How (and why) to start music lessons later in life

Carlton Wilkinson, composer, music professor, writer and editor, has a doctorate degree in music writes, "A lot of folks I run into — young adults, older folks, some retired — have decided to try to pick up a musical instrument for their own enjoyment."

Ted Velykis owns the Collingswood Music store, which opened last year on Lincoln Avenue. The business offers music lessons to both children and adults. 
Photo: Cherry Hill Courier Post

These are not delusional people itching to be on “America’s Got Talent.” They are just folks sensing music could offer their lives an additional, small sense of fulfillment.

Doctors or friends may have advised them to keep their brains active and to practice coordination with their bodies. Some may be curious to make some of the beautiful sounds they’ve heard all their lives.

Whatever the reason, learning an instrument is a positive decision, to be encouraged. Playing regularly can bring not only a sense of stability and purpose, but also a spiritual and physical sense of balance akin to meditation or yoga.

Partly this comes from establishing a connection with the tradition of music playing, creating a sense of belonging to the long line of students and teachers stretching back a thousand years at least and far into the future.

But partly, too, this spiritual fulfillment has to do with the power of music itself.

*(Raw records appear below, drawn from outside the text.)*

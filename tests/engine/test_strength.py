"""Undrained strength: laboratory vane, fall cone, unconfined compression, and sensitivity."""

from __future__ import annotations

import math
from typing import Any

import pytest
from hypothesis import given
from hypothesis import strategies as st

from server.engine import InputError, calculate, evaluate
from server.engine.strength import failure, fall_cone_strength_kpa, stress_strain, vane_strength_kpa

G = 9.80665  # standard gravity, CGPM 1901


def codes(ev: Any) -> list[str]:
    return [f.code for f in ev.flags]


# -- vane ----------------------------------------------------------------------------------------
def test_vane_twice_as_tall_as_wide_gives_6t_over_7_pi_d_cubed() -> None:
    # REFERENCES.md (confirmed): cu = T / [pi D^2 (H/2 + D/6)], for H = 2D cu = 6T / (7 pi D^3);
    # T = 0.0142 N·m, D = 12.7 mm: 6 x 0.0142 / (7 pi 0.0127^3) = 1891.39 Pa, by hand.
    expected = 6 * 0.0142 / (7 * math.pi * 0.0127**3) / 1000.0
    assert expected == pytest.approx(1.89139, abs=1e-5)
    assert vane_strength_kpa(0.0142, 12.7, 25.4) == pytest.approx(expected, rel=1e-12)


def test_vane_as_tall_as_wide_gives_3t_over_2_pi_d_cubed() -> None:
    # The same formula with H = D: pi D^2 (D/2 + D/6) = 2 pi D^3 / 3, so cu = 3T / (2 pi D^3) = 3.30993 kPa.
    ev = calculate("vane", {"diameter_mm": 12.7, "height_mm": 12.7, "undisturbed": {"torque_nm": 0.0142}})
    assert ev.results["undrained_strength_kpa"] == pytest.approx(3.30993, abs=1e-5)
    assert "sensitivity" not in ev.results
    assert ev.flags == []


def test_vane_gives_sensitivity_and_its_class() -> None:
    # St = 0.0142 / 0.0035 = 4.057 (same vane), "sensitive" in Skempton & Northey (1952), 4 to 8.
    ev = calculate(
        "vane",
        {
            "diameter_mm": 12.7,
            "height_mm": 25.4,
            "undisturbed": {"torque_nm": 0.0142},
            "remoulded": {"torque_nm": 0.0035},
        },
    )
    cu_r = 6 * 0.0035 / (7 * math.pi * 0.0127**3) / 1000  # the H = 2D form again
    assert ev.results["remoulded_strength_kpa"] == pytest.approx(cu_r)
    assert ev.results["sensitivity"] == pytest.approx(0.0142 / 0.0035)
    assert ev.results["sensitivity_class"] == "sensitive"


def test_vane_flags_a_remoulded_specimen_stronger_than_the_undisturbed_one() -> None:
    ev = calculate(
        "vane",
        {
            "diameter_mm": 12.7,
            "height_mm": 12.7,
            "undisturbed": {"torque_nm": 0.003},
            "remoulded": {"torque_nm": 0.004},
        },
    )
    assert codes(ev) == ["remoulded-stronger"]
    assert ev.results["sensitivity_class"] == "insensitive"  # St up to 1 (Skempton & Northey 1952)


def test_vane_uncertainty_follows_first_order_propagation() -> None:
    # GUM eq. 10 by central differences of the formula (JCGM 100:2008 cl. 5.1.3 note 2) against the
    # engine's analytic sensitivities; resolutions 0.0001 N·m and 0.01 mm, u = resolution / sqrt(12).
    t, d, h = 0.0142, 12.7, 25.4
    u_t, u_l = 0.0001 / math.sqrt(12), 0.01 / math.sqrt(12)
    eps = 1e-7

    def partial(i: int) -> float:
        x = [t, d, h]
        up, down = list(x), list(x)
        up[i] += eps
        down[i] -= eps
        return (vane_strength_kpa(*up) - vane_strength_kpa(*down)) / (2 * eps)

    expected = math.sqrt((partial(0) * u_t) ** 2 + (partial(1) * u_l) ** 2 + (partial(2) * u_l) ** 2)
    ev = calculate(
        "vane",
        {
            "diameter_mm": d,
            "height_mm": h,
            "undisturbed": {"torque_nm": t},
            "torque_resolution_nm": 0.0001,
            "length_resolution_mm": 0.01,
        },
    )
    assert ev.results["uncertainty"]["undrained_strength_kpa"]["u"] == pytest.approx(expected, rel=1e-6)


def test_vane_gives_no_uncertainty_without_a_torque_resolution() -> None:
    ev = calculate("vane", {"diameter_mm": 12.7, "height_mm": 12.7, "undisturbed": {"torque_nm": 0.0142}})
    assert "uncertainty" not in ev.results


def test_vane_refuses_a_zero_torque_but_keeps_the_other_specimen() -> None:
    ev = evaluate(
        "vane",
        {
            "diameter_mm": 12.7,
            "height_mm": 12.7,
            "undisturbed": {"torque_nm": 0},
            "remoulded": {"torque_nm": 0.0035},
        },
    )
    assert [e.loc for e in ev.errors] == [("readings", "undisturbed", "torque_nm")]
    assert ev.errors[0].message == "undisturbed specimen: peak torque (0 N·m) must be above 0 N·m"
    assert "undrained_strength_kpa" not in ev.results and "sensitivity" not in ev.results
    assert ev.results["remoulded_strength_kpa"] > 0


def test_vane_refuses_a_bad_resolution_but_still_gives_the_strength() -> None:
    ev = evaluate(
        "vane",
        {
            "diameter_mm": 12.7,
            "height_mm": 12.7,
            "undisturbed": {"torque_nm": 0.0142},
            "torque_resolution_nm": 0.0001,
            "length_resolution_mm": -0.01,
        },
    )
    assert [e.loc for e in ev.errors] == [("readings", "length_resolution_mm")]
    assert ev.results["undrained_strength_kpa"] == pytest.approx(3.30993, abs=1e-5)  # 3T/(2 pi D^3), above
    assert "uncertainty" not in ev.results


def test_vane_refuses_a_missing_undisturbed_specimen() -> None:
    with pytest.raises(InputError, match="undisturbed specimen readings are required"):
        calculate("vane", {"diameter_mm": 12.7, "height_mm": 12.7})


@pytest.mark.parametrize("key", ["diameter_mm", "height_mm"])
def test_vane_refuses_a_blade_size_that_is_not_positive(key: str) -> None:
    readings: dict[str, Any] = {"diameter_mm": 12.7, "height_mm": 12.7, "undisturbed": {"torque_nm": 0.01}}
    readings[key] = -12.7
    ev = evaluate("vane", readings)
    assert [e.loc for e in ev.errors] == [("readings", key)]
    assert "undrained_strength_kpa" not in ev.results


# -- fall cone -----------------------------------------------------------------------------------
def test_fall_cone_follows_hansbo() -> None:
    # Hansbo (1957): cu = c m g / i^2; 80 g, 30°, c = 0.8, i = 10 mm: 0.8 x 0.08 x 9.80665 / 0.01^2
    # = 6276.26 Pa; 60 g, 60°, c = 0.27: 1588.68 Pa (by hand).
    assert fall_cone_strength_kpa(80.0, 10.0, 0.8) == pytest.approx(6.27626, abs=1e-5)
    assert fall_cone_strength_kpa(60.0, 10.0, 0.27) == pytest.approx(1.58868, abs=1e-5)


def test_fall_cone_at_the_liquid_limit_penetration_is_near_the_remoulded_strength_at_ll() -> None:
    # 80 g / 30° cone at 20 mm (the BS 1377 liquid limit): 0.8 x 0.08 x 9.80665 / 0.02^2 = 1.57 kPa,
    # near the 1.7 kPa that Wroth & Wood (1978) give at the liquid limit (REFERENCES.md, from memory).
    assert fall_cone_strength_kpa(80.0, 20.0, 0.8) == pytest.approx(1.7, rel=0.1)


def test_fall_cone_averages_the_drops_and_gives_sensitivity() -> None:
    # Means 6.2 and 14.1 mm; St = (14.1/6.2)^2 = 5.172 since cu ~ 1/i^2 (Hansbo 1957), "sensitive"
    # (Skempton & Northey 1952).
    ev = calculate(
        "fall-cone-strength",
        {
            "cone_mass_g": 80.0,
            "cone_angle_deg": 30,
            "undisturbed": {"penetration_mm": [6.1, 6.3]},
            "remoulded": {"penetration_mm": [14.2, 14.0]},
        },
    )
    res = ev.results
    assert res["cone_factor"] == 0.8
    assert res["undisturbed_penetration_mm"] == pytest.approx(6.2)
    assert res["undrained_strength_kpa"] == pytest.approx(0.8 * 0.08 * G / 0.0062**2 / 1000)
    assert res["remoulded_strength_kpa"] == pytest.approx(0.8 * 0.08 * G / 0.0141**2 / 1000)
    assert res["sensitivity"] == pytest.approx((14.1 / 6.2) ** 2)
    assert res["sensitivity_class"] == "sensitive"


def test_fall_cone_takes_the_lab_s_own_cone_factor() -> None:
    ev = calculate(
        "fall-cone-strength",
        {
            "cone_mass_g": 60.0,
            "cone_angle_deg": 60,
            "cone_factor": 0.3,
            "undisturbed": {"penetration_mm": [10.0]},
        },
    )
    assert ev.results["undrained_strength_kpa"] == pytest.approx(0.3 * 0.06 * G / 0.01**2 / 1000)


def test_fall_cone_uncertainty_combines_resolution_and_scatter() -> None:
    # u(i)^2 = u_res^2/n + s^2/n with u_res = 0.1/sqrt(12) mm, s^2 = 0.02 mm^2, n = 2 (JCGM 100:2008
    # cl. 4.2.3 and F.2.2.1); u(cu)/cu = 2 u(i)/i since cu ~ i^-2 (cl. 5.1.6).
    ev = calculate(
        "fall-cone-strength",
        {"cone_mass_g": 80.0, "cone_angle_deg": 30, "undisturbed": {"penetration_mm": [6.1, 6.3]}},
    )
    u_i = math.sqrt((0.1**2 / 12) / 2 + 0.02 / 2)
    cu = ev.results["undrained_strength_kpa"]
    assert ev.results["uncertainty"]["undrained_strength_kpa"]["u"] == pytest.approx(cu * 2 * u_i / 6.2)


def test_fall_cone_refuses_a_cone_angle_it_has_no_factor_for() -> None:
    ev = evaluate(
        "fall-cone-strength",
        {"cone_mass_g": 80.0, "cone_angle_deg": 45, "undisturbed": {"penetration_mm": [6.1]}},
    )
    assert [e.loc for e in ev.errors] == [("readings", "cone_angle_deg")]
    assert "undrained_strength_kpa" not in ev.results
    assert ev.results["undisturbed_penetration_mm"] == pytest.approx(6.1)


def test_fall_cone_refuses_a_bad_penetration_where_it_was_typed() -> None:
    ev = evaluate(
        "fall-cone-strength",
        {"cone_mass_g": 80.0, "cone_angle_deg": 30, "undisturbed": {"penetration_mm": [6.1, -6.3]}},
    )
    assert [e.loc for e in ev.errors] == [("readings", "undisturbed", "penetration_mm", 1)]
    assert ev.errors[0].message == "undisturbed specimen: penetration 2 (-6.3 mm) must be above 0 mm"


# -- unconfined compression ----------------------------------------------------------------------
# A fictional 38 x 76 mm specimen (H/D = 2); A0 = pi 0.038^2 / 4 = 1.134115e-3 m².
PEAKING = [
    (0.0, 0.0),
    (0.76, 61.0),
    (1.52, 98.0),
    (2.28, 121.0),
    (3.04, 133.0),
    (3.80, 136.0),
    (4.56, 131.0),
    (5.32, 124.0),
]


def ucs(rows: list[tuple[float, float]], diameter: float = 38.0, height: float = 76.0) -> dict[str, Any]:
    return {
        "diameter_mm": diameter,
        "height_mm": height,
        "readings": [{"deformation_mm": dh, "load_n": p} for dh, p in rows],
    }


def test_stress_uses_the_area_corrected_for_strain() -> None:
    # ASTM D2166: sigma = P (1 - eps) / A0; 136 N at 5 % strain: 136 x 0.95 / 1.134115e-3 = 113.921 kPa.
    curve = stress_strain(38.0, 76.0, [(3.80, 136.0)])
    assert curve[0][0] == pytest.approx(5.0)
    assert curve[0][1] == pytest.approx(113.921, abs=1e-3)


def test_qu_is_the_peak_stress_when_it_comes_before_15_percent() -> None:
    ev = calculate("unconfined-compression", {"undisturbed": ucs(PEAKING)})
    res = ev.results
    assert res["unconfined_strength_kpa"] == pytest.approx(113.921, abs=1e-3)  # by hand, as above
    assert res["undrained_strength_kpa"] == pytest.approx(113.921 / 2, abs=1e-3)  # cu = qu / 2, D2166
    assert res["strain_at_failure_pct"] == pytest.approx(5.0)
    assert res["failure_criterion"] == "peak"
    assert len(res["stress_strain"]) == len(PEAKING)
    assert ev.flags == []


def test_qu_is_the_stress_at_15_percent_when_the_stress_keeps_rising() -> None:
    # Readings at 14 % (10.64 mm, 200 N) and 16 % (12.16 mm, 210 N): stresses 200 x 0.86 / A0 =
    # 151.661 kPa and 210 x 0.84 / A0 = 155.538 kPa; at 15 %, halfway: 153.600 kPa (by hand, D2166).
    rows = [(0.0, 0.0), (3.8, 120.0), (7.6, 170.0), (10.64, 200.0), (12.16, 210.0)]
    ev = calculate("unconfined-compression", {"undisturbed": ucs(rows)})
    assert ev.results["unconfined_strength_kpa"] == pytest.approx(153.600, abs=1e-3)
    assert ev.results["strain_at_failure_pct"] == 15.0
    assert ev.results["failure_criterion"] == "strain-15"
    assert codes(ev) == ["no-peak-before-15pct"]


def test_flags_a_test_stopped_before_the_specimen_failed() -> None:
    rows = [(0.0, 0.0), (1.52, 60.0), (3.04, 90.0), (4.56, 110.0)]
    ev = calculate("unconfined-compression", {"undisturbed": ucs(rows)})
    assert ev.results["failure_criterion"] == "end-of-test"
    assert ev.results["strain_at_failure_pct"] == pytest.approx(6.0)
    assert codes(ev) == ["stopped-before-failure"]


def test_unconfined_compression_gives_sensitivity_from_a_remoulded_specimen() -> None:
    remoulded = [(dh, p / 4.0) for dh, p in PEAKING]
    ev = calculate("unconfined-compression", {"undisturbed": ucs(PEAKING), "remoulded": ucs(remoulded)})
    assert ev.results["remoulded_unconfined_strength_kpa"] == pytest.approx(113.921 / 4, abs=1e-3)
    assert ev.results["remoulded_strength_kpa"] == pytest.approx(113.921 / 8, abs=1e-3)
    assert ev.results["sensitivity"] == pytest.approx(4.0)
    assert ev.results["sensitivity_class"] == "medium sensitivity"  # St = 4: 2-4 (Skempton & Northey 1952)


def test_flags_a_specimen_of_the_wrong_shape_or_size() -> None:
    # ASTM D2166/D2166M-16 section 7: H/D between 2 and 2.5 (confirmed); diameter at least 30 mm
    # (from memory).
    ev = calculate("unconfined-compression", {"undisturbed": ucs(PEAKING, diameter=25.0, height=38.0)})
    assert set(codes(ev)) == {"specimen-slenderness", "specimen-too-small"}


def test_unconfined_uncertainty_follows_first_order_propagation() -> None:
    # qu = P (1 - dH/H) / (pi D^2/4); central differences against the analytic sensitivities.
    p, dh, d, h = 136.0, 3.80, 38.0, 76.0
    u_p, u_l = 0.5 / math.sqrt(12), 0.01 / math.sqrt(12)

    def qu(p: float, dh: float, d: float, h: float) -> float:
        return p * (1 - dh / h) / (math.pi * (d / 1000) ** 2 / 4) / 1000

    x = [p, dh, d, h]
    us = [u_p, u_l, u_l, u_l]
    total = 0.0
    for i in range(4):
        up, down = list(x), list(x)
        up[i] += 1e-6
        down[i] -= 1e-6
        total += ((qu(*up) - qu(*down)) / 2e-6 * us[i]) ** 2
    ev = calculate("unconfined-compression", {"undisturbed": ucs(PEAKING), "load_resolution_n": 0.5})
    unc = ev.results["uncertainty"]
    assert unc["unconfined_strength_kpa"]["u"] == pytest.approx(math.sqrt(total), rel=1e-5)
    assert unc["undrained_strength_kpa"]["u"] == pytest.approx(math.sqrt(total) / 2, rel=1e-5)


def test_refuses_a_deformation_as_large_as_the_specimen() -> None:
    ev = evaluate("unconfined-compression", {"undisturbed": ucs(PEAKING + [(76.0, 10.0)])})
    assert [e.loc for e in ev.errors] == [("readings", "undisturbed", "readings", 8, "deformation_mm")]
    assert "unconfined_strength_kpa" not in ev.results
    assert len(ev.results["stress_strain"]) == len(PEAKING)  # the valid readings still show


def test_refuses_a_deformation_that_goes_back() -> None:
    rows = [(0.0, 0.0), (1.52, 98.0), (0.76, 61.0)]
    ev = evaluate("unconfined-compression", {"undisturbed": ucs(rows)})
    assert [e.loc for e in ev.errors] == [("readings", "undisturbed", "readings", 2, "deformation_mm")]
    assert ev.errors[0].message == (
        "undisturbed specimen, reading 3: axial deformation (0.76 mm) is below "
        "the previous reading's (1.52 mm)"
    )


def test_refuses_a_negative_load() -> None:
    ev = evaluate("unconfined-compression", {"undisturbed": ucs([(0.0, -0.5), (0.76, 61.0)])})
    assert [e.loc for e in ev.errors] == [("readings", "undisturbed", "readings", 0, "load_n")]


def test_refuses_a_single_reading() -> None:
    ev = evaluate("unconfined-compression", {"undisturbed": ucs([(0.76, 61.0)])})
    assert [e.loc for e in ev.errors] == [("readings", "undisturbed", "readings")]


@given(
    st.lists(
        st.tuples(st.floats(min_value=0.0, max_value=1.5), st.floats(min_value=0.0, max_value=500.0)),
        min_size=2,
        max_size=30,
    )
)
def test_qu_is_never_below_a_stress_reached_before_failure(steps: list[tuple[float, float]]) -> None:
    dh = 0.0
    rows = []
    for step, load in steps:
        dh += step
        rows.append((dh, load))
    curve = stress_strain(38.0, 76.0, rows)
    fail = failure(curve)
    assert fail is not None
    assert fail.strain_pct <= 15.0
    before = [s for e, s in curve if e <= fail.strain_pct]
    assert all(fail.stress_kpa >= s - 1e-9 for s in before)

Music is probably even older than language. Some researchers believe music and language evolved simultaneously from a proto-language, sounds made by our pre-human ancestors that helped synchronize activities for survival tactics, hunting, courtship, and other aspects of social coordination...

6 tips for new music students
1. Picking the right teacher is more important that selecting the right instrument. Find the right fit for your personality and learning styles. Look for teachers who work regularly with adults.
2. Choose a school or teacher that agrees to teach you music you enjoy. You are more likely to practice.
3. Take notes you can refer to later when you are practicing. You might also record your lessons or practice sessions to hear your own progress.
4. Make both space and time in your life to practice regularly. Consider this time you are giving to yourself. Carve out a quiet area of your home; clear your schedule, ideally when you can be alone. Ask family to respect this rehearsal time.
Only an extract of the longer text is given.